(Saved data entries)
________________
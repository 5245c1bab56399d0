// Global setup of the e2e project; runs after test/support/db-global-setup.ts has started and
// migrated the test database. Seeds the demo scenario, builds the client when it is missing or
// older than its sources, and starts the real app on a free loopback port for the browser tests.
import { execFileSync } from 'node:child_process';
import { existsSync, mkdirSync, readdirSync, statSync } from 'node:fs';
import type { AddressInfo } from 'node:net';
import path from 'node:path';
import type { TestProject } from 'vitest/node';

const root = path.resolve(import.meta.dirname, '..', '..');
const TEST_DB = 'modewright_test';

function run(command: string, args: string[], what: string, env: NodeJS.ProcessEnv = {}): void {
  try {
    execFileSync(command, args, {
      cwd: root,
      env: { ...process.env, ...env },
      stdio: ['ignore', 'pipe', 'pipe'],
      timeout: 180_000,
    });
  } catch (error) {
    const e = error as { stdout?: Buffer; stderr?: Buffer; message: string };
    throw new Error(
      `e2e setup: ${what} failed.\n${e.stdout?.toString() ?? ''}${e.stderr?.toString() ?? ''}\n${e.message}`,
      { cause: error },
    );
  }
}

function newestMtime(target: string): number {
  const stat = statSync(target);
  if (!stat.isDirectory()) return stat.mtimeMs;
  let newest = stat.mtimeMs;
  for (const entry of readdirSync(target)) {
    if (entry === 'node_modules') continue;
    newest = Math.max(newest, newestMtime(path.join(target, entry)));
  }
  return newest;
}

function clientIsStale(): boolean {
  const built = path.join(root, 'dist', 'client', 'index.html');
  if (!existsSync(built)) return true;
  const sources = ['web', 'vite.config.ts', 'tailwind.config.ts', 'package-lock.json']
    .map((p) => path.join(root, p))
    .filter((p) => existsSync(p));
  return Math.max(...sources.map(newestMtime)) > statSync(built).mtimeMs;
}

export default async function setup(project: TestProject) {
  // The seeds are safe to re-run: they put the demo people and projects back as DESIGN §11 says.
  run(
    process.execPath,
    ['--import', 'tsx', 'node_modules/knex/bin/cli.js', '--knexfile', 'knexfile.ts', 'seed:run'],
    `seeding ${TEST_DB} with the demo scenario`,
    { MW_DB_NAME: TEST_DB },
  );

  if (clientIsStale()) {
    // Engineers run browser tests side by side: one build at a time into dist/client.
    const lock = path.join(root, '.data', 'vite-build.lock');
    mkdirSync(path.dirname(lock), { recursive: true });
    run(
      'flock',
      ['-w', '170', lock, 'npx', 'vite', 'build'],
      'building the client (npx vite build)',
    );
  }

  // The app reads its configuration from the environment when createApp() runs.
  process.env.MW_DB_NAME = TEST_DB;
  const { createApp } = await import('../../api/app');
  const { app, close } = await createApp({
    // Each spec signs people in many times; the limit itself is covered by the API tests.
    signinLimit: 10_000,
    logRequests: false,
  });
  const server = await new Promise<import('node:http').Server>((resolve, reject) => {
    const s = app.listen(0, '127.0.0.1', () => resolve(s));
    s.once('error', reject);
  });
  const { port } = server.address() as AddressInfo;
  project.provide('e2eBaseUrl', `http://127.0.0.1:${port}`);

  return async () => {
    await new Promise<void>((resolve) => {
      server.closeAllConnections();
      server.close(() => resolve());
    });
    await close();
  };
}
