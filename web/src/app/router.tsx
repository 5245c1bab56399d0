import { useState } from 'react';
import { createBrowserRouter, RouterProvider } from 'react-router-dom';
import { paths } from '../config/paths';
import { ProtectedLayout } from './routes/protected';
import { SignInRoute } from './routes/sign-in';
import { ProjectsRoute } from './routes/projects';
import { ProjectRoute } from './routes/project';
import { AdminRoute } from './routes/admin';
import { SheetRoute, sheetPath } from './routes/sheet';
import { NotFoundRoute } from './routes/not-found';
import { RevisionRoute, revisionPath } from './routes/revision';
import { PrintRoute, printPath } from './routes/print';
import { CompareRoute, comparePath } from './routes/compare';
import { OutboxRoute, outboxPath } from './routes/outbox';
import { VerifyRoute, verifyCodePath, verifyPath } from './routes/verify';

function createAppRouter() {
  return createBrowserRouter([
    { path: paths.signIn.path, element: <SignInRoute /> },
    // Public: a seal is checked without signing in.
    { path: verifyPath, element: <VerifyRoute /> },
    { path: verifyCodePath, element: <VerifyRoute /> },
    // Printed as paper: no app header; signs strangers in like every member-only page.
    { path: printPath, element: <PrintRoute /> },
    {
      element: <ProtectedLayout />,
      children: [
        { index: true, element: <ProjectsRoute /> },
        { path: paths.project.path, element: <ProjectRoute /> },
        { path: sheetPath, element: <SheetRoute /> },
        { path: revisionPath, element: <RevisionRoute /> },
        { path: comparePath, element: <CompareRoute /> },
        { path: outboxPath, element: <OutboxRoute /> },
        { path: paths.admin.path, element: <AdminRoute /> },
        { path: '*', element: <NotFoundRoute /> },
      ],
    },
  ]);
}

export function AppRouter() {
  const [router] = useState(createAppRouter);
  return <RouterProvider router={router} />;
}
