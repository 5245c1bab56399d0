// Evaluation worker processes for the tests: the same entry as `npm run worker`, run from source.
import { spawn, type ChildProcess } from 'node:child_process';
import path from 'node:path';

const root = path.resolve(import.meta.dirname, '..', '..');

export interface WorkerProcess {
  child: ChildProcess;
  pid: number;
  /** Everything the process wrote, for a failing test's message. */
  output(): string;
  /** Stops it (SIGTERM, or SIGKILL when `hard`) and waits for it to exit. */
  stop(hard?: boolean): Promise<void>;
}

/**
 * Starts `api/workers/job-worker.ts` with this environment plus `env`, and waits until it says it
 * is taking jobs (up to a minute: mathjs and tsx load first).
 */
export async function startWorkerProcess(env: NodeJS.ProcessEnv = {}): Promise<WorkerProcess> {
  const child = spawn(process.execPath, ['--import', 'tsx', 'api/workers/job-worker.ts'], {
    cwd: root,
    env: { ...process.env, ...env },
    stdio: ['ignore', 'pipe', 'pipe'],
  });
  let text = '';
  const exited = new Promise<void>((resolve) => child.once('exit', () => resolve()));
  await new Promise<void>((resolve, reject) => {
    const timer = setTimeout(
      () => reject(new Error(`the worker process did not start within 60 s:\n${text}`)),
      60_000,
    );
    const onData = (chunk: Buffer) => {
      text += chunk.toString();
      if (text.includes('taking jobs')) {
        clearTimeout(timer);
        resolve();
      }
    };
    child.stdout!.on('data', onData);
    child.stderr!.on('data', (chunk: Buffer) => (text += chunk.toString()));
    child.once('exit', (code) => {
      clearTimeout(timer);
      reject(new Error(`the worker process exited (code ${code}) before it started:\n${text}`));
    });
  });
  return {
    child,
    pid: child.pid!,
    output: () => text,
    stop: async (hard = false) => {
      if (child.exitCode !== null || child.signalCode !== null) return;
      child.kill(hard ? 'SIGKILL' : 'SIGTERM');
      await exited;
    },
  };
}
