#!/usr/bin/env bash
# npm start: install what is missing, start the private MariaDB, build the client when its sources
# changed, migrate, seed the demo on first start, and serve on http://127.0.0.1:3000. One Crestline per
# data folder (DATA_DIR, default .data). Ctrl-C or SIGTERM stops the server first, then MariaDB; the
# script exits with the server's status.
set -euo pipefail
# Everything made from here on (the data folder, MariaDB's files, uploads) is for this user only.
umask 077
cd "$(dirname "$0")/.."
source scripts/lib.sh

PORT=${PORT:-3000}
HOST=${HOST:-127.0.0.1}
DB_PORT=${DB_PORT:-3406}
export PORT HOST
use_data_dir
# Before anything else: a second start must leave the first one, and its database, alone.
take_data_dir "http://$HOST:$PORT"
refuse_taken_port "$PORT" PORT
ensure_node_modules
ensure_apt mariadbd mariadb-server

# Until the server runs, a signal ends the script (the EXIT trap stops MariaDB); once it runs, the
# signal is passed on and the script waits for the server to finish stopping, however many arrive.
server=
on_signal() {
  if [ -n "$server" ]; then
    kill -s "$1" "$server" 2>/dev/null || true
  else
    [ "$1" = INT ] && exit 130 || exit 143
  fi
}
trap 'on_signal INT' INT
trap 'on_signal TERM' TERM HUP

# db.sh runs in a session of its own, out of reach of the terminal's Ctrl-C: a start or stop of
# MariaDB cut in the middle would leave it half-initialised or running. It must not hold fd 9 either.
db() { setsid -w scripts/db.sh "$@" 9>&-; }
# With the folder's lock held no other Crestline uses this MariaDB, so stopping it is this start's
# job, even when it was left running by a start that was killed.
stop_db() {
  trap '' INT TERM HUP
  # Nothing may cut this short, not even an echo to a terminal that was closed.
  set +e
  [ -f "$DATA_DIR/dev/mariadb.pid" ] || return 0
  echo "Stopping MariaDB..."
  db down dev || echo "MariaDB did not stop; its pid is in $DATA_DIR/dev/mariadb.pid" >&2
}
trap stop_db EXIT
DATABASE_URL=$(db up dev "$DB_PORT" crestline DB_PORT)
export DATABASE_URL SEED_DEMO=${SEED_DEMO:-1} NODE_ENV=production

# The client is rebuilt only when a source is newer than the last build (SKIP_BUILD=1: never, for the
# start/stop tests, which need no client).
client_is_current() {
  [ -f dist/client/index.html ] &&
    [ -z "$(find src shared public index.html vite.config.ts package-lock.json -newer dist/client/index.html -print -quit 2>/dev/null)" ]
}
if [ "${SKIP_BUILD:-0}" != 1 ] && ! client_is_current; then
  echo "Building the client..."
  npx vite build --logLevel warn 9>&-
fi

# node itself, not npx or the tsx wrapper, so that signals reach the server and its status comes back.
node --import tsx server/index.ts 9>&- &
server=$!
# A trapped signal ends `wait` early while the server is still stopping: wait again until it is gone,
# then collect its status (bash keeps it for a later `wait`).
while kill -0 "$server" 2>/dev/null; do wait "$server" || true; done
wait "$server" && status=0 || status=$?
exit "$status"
________________
EXERCISE | The range begins at the line containing "node --import tsx server/index.ts 9>&- &" and ends at the last line of the entries; reproduce it exactly.

OUTPUT OF THE EXERCISE |
node --import tsx server/index.ts 9>&- &
server=$!
# A trapped signal ends `wait` early while the server is still stopping: wait again until it is gone,
# then collect its status (bash keeps it for a later `wait`).
while kill -0 "$server" 2>/dev/null; do wait "$server" || true; done
wait "$server" && status=0 || status=$?
exit "$status"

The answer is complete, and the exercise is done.